– А что хочешь?
Я прислушалась к себе и поняла, что не хочу вообще ничего. Такое случается. Рия вздохнула, залезла в компьютер, начала быстро строчить по клавишам. Минута – и из динамиков послышался нежный женский голос с придыханием и гитарным перебором, который начал петь что-то про соловьев.
– Если ты ничего не хочешь – значит, будем танцевать! – ультимативно заявила она.
В два шага добралась до меня, схватила за запястья и закружила в танце. Мы кружились быстрее, чем ритм песни, то и дело наступая друг другу на ноги и смеясь. Рия подняла руку, а я юлой обернулась вокруг своей оси. Последний поворот чуть не обернулся катастрофой, благодаря моей хвалебной ловкости, и я полетела на кровать, где тут же завернулась в одеяло.
Желтоватый потолок. Бодрая фольклорная музыка. Тепло майского вечера.
Рия права: нам и своих проблем хватает.
Глава четвёртая.
Птичья кровь.
История одной ласточки.
Это был её первый полёт, и, возможно, последний. Выбиваясь из сил, бесконечно воюя с штормовым небом, она летела вперёд. Перья вымокли и тянули вниз, каждый новый раскат грома заставлял сердце испуганно замереть, но она продолжала лететь, сама не зная, зачем.

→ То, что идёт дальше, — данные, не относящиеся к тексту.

//! `radsieve planck`.

use super::Exit;

/// What was typed.
#[derive(Debug, clap::Args)]
pub struct Arguments {}

/// Runs the command.
pub fn run(_arguments: Arguments) -> anyhow::Result<Exit> {
    anyhow::bail!("planck is not part of this version yet")
}
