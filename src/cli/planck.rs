//! `radsieve planck`: a converter at the prompt, radiance to brightness temperature and back.

use std::io::Write;

use serde::Serialize;

use super::Exit;
use super::exit::UsageError;
use crate::spectral::{brightness_temperature, planck};
use crate::units::{Kelvin, Radiance, RadianceUnit, Wavenumber, wavenumber_from_text};

/// What was typed.
#[derive(Debug, clap::Args)]
#[command(after_help = "Examples:\n  \
    radsieve planck --at 900 --bt 280\n  \
    radsieve planck --at 11.1um --rad 6.9 --unit 'W m-2 sr-1 um-1'")]
pub struct Arguments {
    /// Where in the spectrum: a wavenumber (900, 900cm-1) or a length (11.1um); also Hz, GHz, THz.
    #[arg(long, value_name = "PLACE", allow_hyphen_values = true)]
    at: String,
    /// Brightness temperature in K, to be turned into a radiance.
    #[arg(long, value_name = "KELVIN", allow_hyphen_values = true)]
    #[arg(conflicts_with = "rad")]
    bt: Option<String>,
    /// Radiance in the unit of --unit, to be turned into a brightness temperature.
    #[arg(long, value_name = "RADIANCE", allow_hyphen_values = true)]
    rad: Option<String>,
    /// Unit of the radiance, per wavenumber, wavelength or frequency.
    #[arg(long, value_name = "UNIT", default_value_t = RadianceUnit::WORKING.label())]
    unit: String,
    /// Print one line of JSON.
    #[arg(long)]
    json: bool,
}

/// What the arguments mean.
struct Plan {
    wavenumber: Wavenumber,
    given: Given,
    unit: RadianceUnit,
    /// The unit as it was typed, which is how the person knows it.
    unit_text: String,
}

enum Given {
    Temperature(Kelvin),
    /// In the unit that was typed.
    Radiance(f64),
}

/// The answer; the names are the contract for scripts.
#[derive(Debug, Serialize)]
struct Answer {
    #[serde(rename = "wavenumber_cm-1")]
    wavenumber: f64,
    #[serde(rename = "wavelength_um")]
    wavelength: f64,
    #[serde(rename = "bt_K")]
    brightness_temperature: f64,
    radiance: f64,
    unit: String,
}

/// Runs the command.
pub fn run(arguments: Arguments) -> anyhow::Result<Exit> {
    let answer = convert(plan(&arguments)?)?;
    let text = if arguments.json { serde_json::to_string(&answer)? } else { answer.in_words() };
    writeln!(std::io::stdout().lock(), "{text}")?;
    Ok(Exit::Done)
}

fn plan(arguments: &Arguments) -> Result<Plan, UsageError> {
    let wavenumber = wavenumber_from_text(&arguments.at)
        .map_err(|error| UsageError(format!("--at: {error}")))?;
    let unit = RadianceUnit::parse(&arguments.unit)
        .map_err(|error| UsageError(format!("--unit: {error}")))?;
    let given = match (&arguments.bt, &arguments.rad) {
        (Some(text), _) => Given::Temperature(temperature(text)?),
        (None, Some(text)) => Given::Radiance(number("--rad", text)?),
        (None, None) => {
            return Err(UsageError(
                "planck needs --bt (a temperature in K) or --rad (a radiance)".to_owned(),
            ));
        }
    };
    Ok(Plan {
        wavenumber: Wavenumber::new(wavenumber)
            .ok_or_else(|| UsageError("--at: a wavenumber must be positive".to_owned()))?,
        given,
        unit,
        unit_text: arguments.unit.trim().to_owned(),
    })
}

fn temperature(text: &str) -> Result<Kelvin, UsageError> {
    Kelvin::new(number("--bt", text)?).ok_or_else(|| {
        UsageError(format!("--bt: {text:?} is no temperature: it must be greater than 0 K"))
    })
}

fn number(option: &str, text: &str) -> Result<f64, UsageError> {
    match text.trim().parse::<f64>() {
        Ok(value) if value.is_finite() => Ok(value),
        _ => Err(UsageError(format!("{option}: {text:?} is no number"))),
    }
}

fn convert(plan: Plan) -> Result<Answer, UsageError> {
    let wavenumber = plan.wavenumber.value();
    let factor = plan.unit.factor_at(wavenumber);
    let (brightness_temperature, radiance) = match plan.given {
        Given::Temperature(kelvin) => {
            (kelvin.value(), representable(planck(wavenumber, kelvin.value()) / factor)?)
        }
        Given::Radiance(radiance) => (inverted(wavenumber, radiance, factor, &plan)?, radiance),
    };
    Ok(Answer {
        wavenumber,
        wavelength: plan.wavenumber.wavelength_micrometres(),
        brightness_temperature,
        radiance,
        unit: plan.unit_text,
    })
}

fn inverted(wavenumber: f64, radiance: f64, factor: f64, plan: &Plan) -> Result<f64, UsageError> {
    let no_temperature = |reason: &str| {
        let unit = &plan.unit_text;
        UsageError(format!(
            "a radiance of {radiance} {unit} has no brightness temperature: {reason}"
        ))
    };
    let working = Radiance::new(radiance * factor)
        .ok_or_else(|| no_temperature("radiance outside the range of numbers"))?;
    brightness_temperature(wavenumber, working.value())
        .map_err(|reason| no_temperature(&reason.to_string()))
}

/// A body so cold or a place so far off that the radiance is no number above zero any more.
fn representable(radiance: f64) -> Result<f64, UsageError> {
    if radiance.is_normal() {
        Ok(radiance)
    } else {
        Err(UsageError("the radiance is outside the range of numbers".to_owned()))
    }
}

impl Answer {
    fn in_words(&self) -> String {
        format!(
            "wavenumber              {} cm-1\n\
             wavelength              {} um\n\
             brightness temperature  {} K\n\
             radiance                {} {}",
            significant(self.wavenumber),
            significant(self.wavelength),
            significant(self.brightness_temperature),
            significant(self.radiance),
            self.unit,
        )
    }
}

/// Twelve significant digits without trailing zeros: as many as the constants and f64 support
/// everywhere, so that 11.1 is not shown as 11.100000000000001.
fn significant(value: f64) -> String {
    let rounded: f64 = format!("{value:.11e}").parse().unwrap_or(value);
    if (1e-4..1e12).contains(&rounded.abs()) {
        format!("{rounded}")
    } else {
        format!("{rounded:e}")
    }
}

#[cfg(test)]
mod tests {
    use super::*;

    #[test]
    fn twelve_digits_are_shown() {
        assert_eq!(significant(11.100_000_000_000_001), "11.1");
        assert_eq!(significant(900.0), "900");
        assert_eq!(significant(85.996_261_536_123_4), "85.9962615361");
        assert_eq!(significant(2.868_526_516_97e-12), "2.86852651697e-12");
    }
}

«…учёные до сих пор не знают, зачем животные совершают миграции…» – тянул скучный голос по радио.
«…но, конечно, у них нет компаса в душе…»
У некоторых. У других есть. Они же все разные.
И, если бы учёные приняли, что все животные, которые совершают миграции, тоже разные, как и люди, они бы поняли.
Лиловая молния расколола небо.
Она упала на ветки.
Снова поздний вечер (чему тут удивляться, он наступает каждый день). Играл БГ, Рия решила что-то приготовить, поэтому возилась на кухне, слегка пританцовывая под жёлтым светом лампочки.
Я сидела в своем коконе за стеной. Глина послушно прогибалась под пальцами, воплощалась во что-то осмысленное. В ладонях мялся маленький и неказистый кусок материала, и из него получалась потешная свистулька: из тех, что продают в музеях. Я такую видела в Суздале, на экскурсии, много лет назад.
Здесь совершенно негде её обжечь, так что наверняка свисток так и останется бесполезным комком сухой глины. Немного жаль, но процесс меня затягивает больше, чем результат.
Атмосфера убаюкивала, ночь плавно захватила в свои объятия. Стараясь погрузиться в музыку, я всё больше думала о Двадцать.
Немного нервно опустила пальцы в стакан с водой, разгладила глиняные бока. Под моими ладонями рождалась птица.
Далеко-далеко в ночи я услышала выстрел.
Сердце пропустило удар. Я замерла, вслушиваясь и надеясь, что это просто случайность, внештатная ситуация в участке или хвастовство местных хулиганов, а не то, что я подумала.
Под рёбрами зародилось тревожное ощущение. Встала, ведь сидеть в такой ситуации было бы кощунством, будто бы неуважением к случаю.
К выстрелу.
Будучи почти ни в чём не уверенной, я точно знала, что мы упустили шанс помочь хорошему человеку.
Три круга по комнате, нервное состояние достигает предела.
– Риииияяяяя… – воззвала я.
Она появилась в дверном проёме, руки подняты вверх, дабы не измазать всё вокруг тестом.
– М?
– Ты слышала выстрел?
– Да.
Я замялась.
– Как ты думаешь, это застрелили Двадцать?
– Не придумывай глупости, это может быть что угодно. Да даже пакет с соком, надутый. Ну, если на него наступить, знаешь. Там хлопок покруче пистолета выходит.
В этой теории я сильно сомневалась.
– Чего дёргаться попусту. Скоро будет пирог.
В три часа ночи я проснулась. Точнее, спала я и так урывками, но тут окончательно покинула царство морфея. Свербящее ощущение распространилось по всему телу (или душе?). Села.
Господи, да как же это так! Ну неужели я не могу оставить в покое какого-то чудика!